§ **Task to carry out**
Could you write out the lines below exactly, beginning with the first and finishing with the one that contains "from auditd.stats import one_way"?

(Collected data entries)
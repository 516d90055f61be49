"""One-way analysis of variance against certified and published tables."""

import math
import pathlib

import numpy as np
import pingouin
import pytest
import scipy.stats
import statsmodels.api as sm
from scipy.stats import f as f_law

from auditd.stats import one_way

STRD = pathlib.Path(scipy.stats.__file__).parent / "tests" / "data" / "nist_anova"
# NIST StRD Analysis of Variance, certified F (published), and the relative error that float64 input allows:
# SmLs04-06 have 7 constant leading digits, SmLs07-09 have 13.
CERTIFIED = (
    ("SiRstv", 1.18046237440255, 1e-11),
    ("AtmWtAg", 15.9467335677930, 1e-9),
    ("SmLs01", 21.0, 1e-12),
    ("SmLs02", 201.0, 1e-12),
    ("SmLs03", 2001.0, 1e-12),
    ("SmLs04", 21.0, 1e-8),
    ("SmLs05", 201.0, 1e-8),
    ("SmLs06", 2001.0, 1e-8),
    ("SmLs07", 21.0, 1e-4),
    ("SmLs08", 201.0, 1e-4),
    ("SmLs09", 2001.0, 1e-4),
)


@pytest.mark.parametrize(("name", "certified", "rel"), CERTIFIED)
def test_f_reaches_the_certified_digits(name, certified, rel):
    """F of all eleven NIST StRD sets, as carried by scipy, is certified to the accuracy of the input."""
    treatment, y = np.loadtxt(STRD / f"{name}.dat", skiprows=60, unpack=True)
    assert one_way(y, treatment).statistic == pytest.approx(certified, rel=rel)


@pytest.mark.parametrize(
    ("name", "certified", "rel"),
    [row for row in CERTIFIED if row[0] in {"SiRstv", "SmLs01", "SmLs02", "SmLs04", "SmLs05", "SmLs07"}],
)
def test_f_from_the_shared_copies(columns, name, certified, rel):
    """The same from the reference folder, with the degrees of freedom of the certificate."""
    treatment, y = columns(f"nist_anova_{name.lower()}.csv", "treatment", "y")
    result = one_way(y, treatment)
    assert result.statistic == pytest.approx(certified, rel=rel)
    assert result.df == (np.unique(treatment).size - 1, y.size - np.unique(treatment).size)


def test_strd_table_of_sirstv():
    """NIST StRD SiRstv, certified: sums of squares 5.11462616000000E-02 and 2.16636560000000E-01 (4 and 20
    df).
    """
    treatment, y = np.loadtxt(STRD / "SiRstv.dat", skiprows=60, unpack=True)
    result = one_way(y, treatment)
    assert result.df == (4, 20)
    assert result.square_between == pytest.approx(5.11462616e-2, rel=1e-10)
    assert result.square_within == pytest.approx(2.1663656e-1, rel=1e-10)


def test_five_machines(columns):
    """NIST e-Handbook 3.2.3.1: SSB .000137, SSW .000132 (recalled); F is 5.21 exactly, 4.86 from rounded
    squares.
    """
    machine, diameter = columns("eh_machine25.csv", "machine", "diameter")
    result = one_way(diameter, machine)
    assert result.square_between == pytest.approx(0.000137, abs=5.5e-7)
    assert result.square_within == pytest.approx(0.000132, abs=5.5e-7)
    assert result.statistic == pytest.approx(5.21, abs=0.0058)
    assert result.df == (4, 20)


def test_three_levels(columns):
    """NIST e-Handbook 7.4.3.3: SST 27.897, SSE 17.452, F(2, 12) 9.59, p .00325 (recalled)."""
    level, y = columns("eh_anova743.csv", "level", "y")
    result = one_way(y[level <= 3], level[level <= 3])
    assert result.square_between == pytest.approx(27.897, abs=0.00055)
    assert result.square_within == pytest.approx(17.452, abs=0.00055)
    assert result.statistic == pytest.approx(9.59, abs=0.0058)
    assert result.pvalue == pytest.approx(0.00325, abs=5.8e-6)
    assert result.df == (2, 12)


def test_gear_batches(columns):
    """NIST GEAR.DAT: F(9, 90) and p (computed independently, no published figure)."""
    batch, diameter = columns("eh_gear.csv", "batch", "diameter")
    result = one_way(diameter, batch)
    assert result.statistic == pytest.approx(2.2969124133585868, abs=2.3e-9)
    assert result.pvalue == pytest.approx(0.022660819278638635, abs=2.3e-11)


def test_batches_of_determinations(columns):
    """NIST e-Handbook 7.4.4: MSB 36.9333, MSW 1.8, F(4, 10) 20.5185 (recalled)."""
    batch, y = columns("eh_batches744.csv", "batch", "y")
    result = one_way(y, batch)
    assert result.square_between / result.df[0] == pytest.approx(36.9333, abs=5.8e-5)
    assert result.square_within / result.df[1] == pytest.approx(1.8, abs=1e-12)
    assert result.statistic == pytest.approx(20.5185, abs=5.8e-5)


def test_speed_of_light_by_experiment(columns):
    """R, example(morley): residual SS 523510 on 95 df (published); F 4.2878, p .0031144, ICC .141181."""
    experiment, speed = columns("morley.csv", "Expt", "Speed")
    result = one_way(speed, experiment)
    assert result.square_within == pytest.approx(523510, abs=0.55)
    assert result.statistic == pytest.approx(4.2878025252621725, abs=4.3e-9)
    assert result.pvalue == pytest.approx(0.0031144460474563118, abs=3.3e-12)
    assert result.icc == pytest.approx(0.141181, abs=5e-7)


def test_speed_of_light_by_run_and_experiment(columns):
    """R, example(morley), Speed ~ Run + Expt: SS 113344, 94514, 410166, F 4.378, p .00307 (published).

    In a balanced two-way layout each factor's sum of squares is that of its own one-way table.
    """
    experiment, run, speed = columns("morley.csv", "Expt", "Run", "Speed")
    by_run, by_experiment = one_way(speed, run), one_way(speed, experiment)
    rest = by_run.square_within - by_experiment.square_between
    f = by_experiment.square_between / 4 / (rest / 76)
    assert (by_run.df[0], by_experiment.df[0]) == (19, 4)
    assert by_run.square_between == pytest.approx(113344, abs=0.55)
    assert by_experiment.square_between == pytest.approx(94514, abs=0.55)
    assert rest == pytest.approx(410166, abs=0.55)
    assert f == pytest.approx(4.378, abs=0.00055)
    assert f_law.sf(f, 4, 76) == pytest.approx(0.00307, abs=5.8e-6)


def test_ceramic_strength_by_batch(columns):
    """NIST e-Handbook 1.4.2.10: pooled t 13.38059, whose square is F, and the batches' moments (recalled)."""
    batch, strength = columns("eh_ceramic.csv", "batch", "strength")
    result = one_way(strength, batch)
    parts = [strength[batch == b] for b in (1, 2)]
    assert math.sqrt(result.statistic) == pytest.approx(13.38059, abs=1.1e-5)
    assert result.n == 480
    assert parts[0].mean() == pytest.approx(688.9987, abs=6.5e-5)
    assert parts[1].mean() == pytest.approx(611.1559, abs=7.9e-5)
    assert [p.std(ddof=1) for p in parts] == pytest.approx([65.54909, 61.85425], abs=5.8e-6)
    assert parts[0].var(ddof=1) / parts[1].var(ddof=1) == pytest.approx(1.123037, abs=5.5e-7)


def test_lithography_by_cassette(columns):
    """NIST e-Handbook 6.6.1 data: F(29, 420), ICC and Kish's design effect (computed independently)."""
    cassette, width = columns("eh_lithography.csv", "cassette", "linewidth")
    result = one_way(width, cassette)
    assert result.df == (29, 420)
    assert result.statistic == pytest.approx(20.802204870852425, abs=2.1e-8)
    assert result.icc == pytest.approx(0.5689928251481902, abs=5.7e-10)
    assert result.design_effect == pytest.approx(8.966, abs=5e-4)


def test_agrees_with_other_libraries_on_unequal_sizes():
    """F and p equal scipy's f_oneway and pingouin's anova on penguins' body mass by species (sizes 151, 68,
    123).
    """
    frame = pingouin.read_dataset("penguins")[["species", "body_mass_g"]].dropna()
    x, species = frame["body_mass_g"].to_numpy(), frame["species"].to_numpy()
    result = one_way(x, species)
    other = scipy.stats.f_oneway(*(x[species == s] for s in np.unique(species)))
    table = pingouin.anova(data=frame, dv="body_mass_g", between="species", detailed=True)
    assert result.statistic == pytest.approx(other.statistic, rel=1e-10)
    assert result.pvalue == pytest.approx(other.pvalue, rel=1e-8)
    assert result.square_between == pytest.approx(table["SS"][0], rel=1e-10)


def test_interval_of_unequal_groups_is_the_pivot_inverted():
    """At each end of the interval the generalised least-squares F of group effects is at its 2.5 % point.

    Wald's pivot (1940), computed here the slow way from the full covariance matrix.
    """
    rng = np.random.default_rng(20250103)
    sizes = (2, 9, 4, 15, 3, 7)
    group = np.repeat(np.arange(6), sizes)
    x = rng.normal(size=40) + rng.normal(size=6)[group]
    result = one_way(x, group)
    levels = []
    for icc in (result.icc_low, result.icc_high):
        same = group[:, None] == group[None, :]
        covariance = np.where(same, icc, 0.0)
        np.fill_diagonal(covariance, 1.0)
        null = sm.GLS(x, np.ones(40), sigma=covariance).fit().ssr
        within = result.square_within / (1.0 - icc)
        levels.append(f_law.cdf((null - within) / 5 / (within / 34), 5, 34))
    assert levels == pytest.approx([0.975, 0.025], abs=1e-9)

§ **Result for this task**
repository 516d90055f61be49
"""One-way analysis of variance against certified and published tables."""

import math
import pathlib

import numpy as np
import pingouin
import pytest
import scipy.stats
import statsmodels.api as sm
from scipy.stats import f as f_law

from auditd.stats import one_way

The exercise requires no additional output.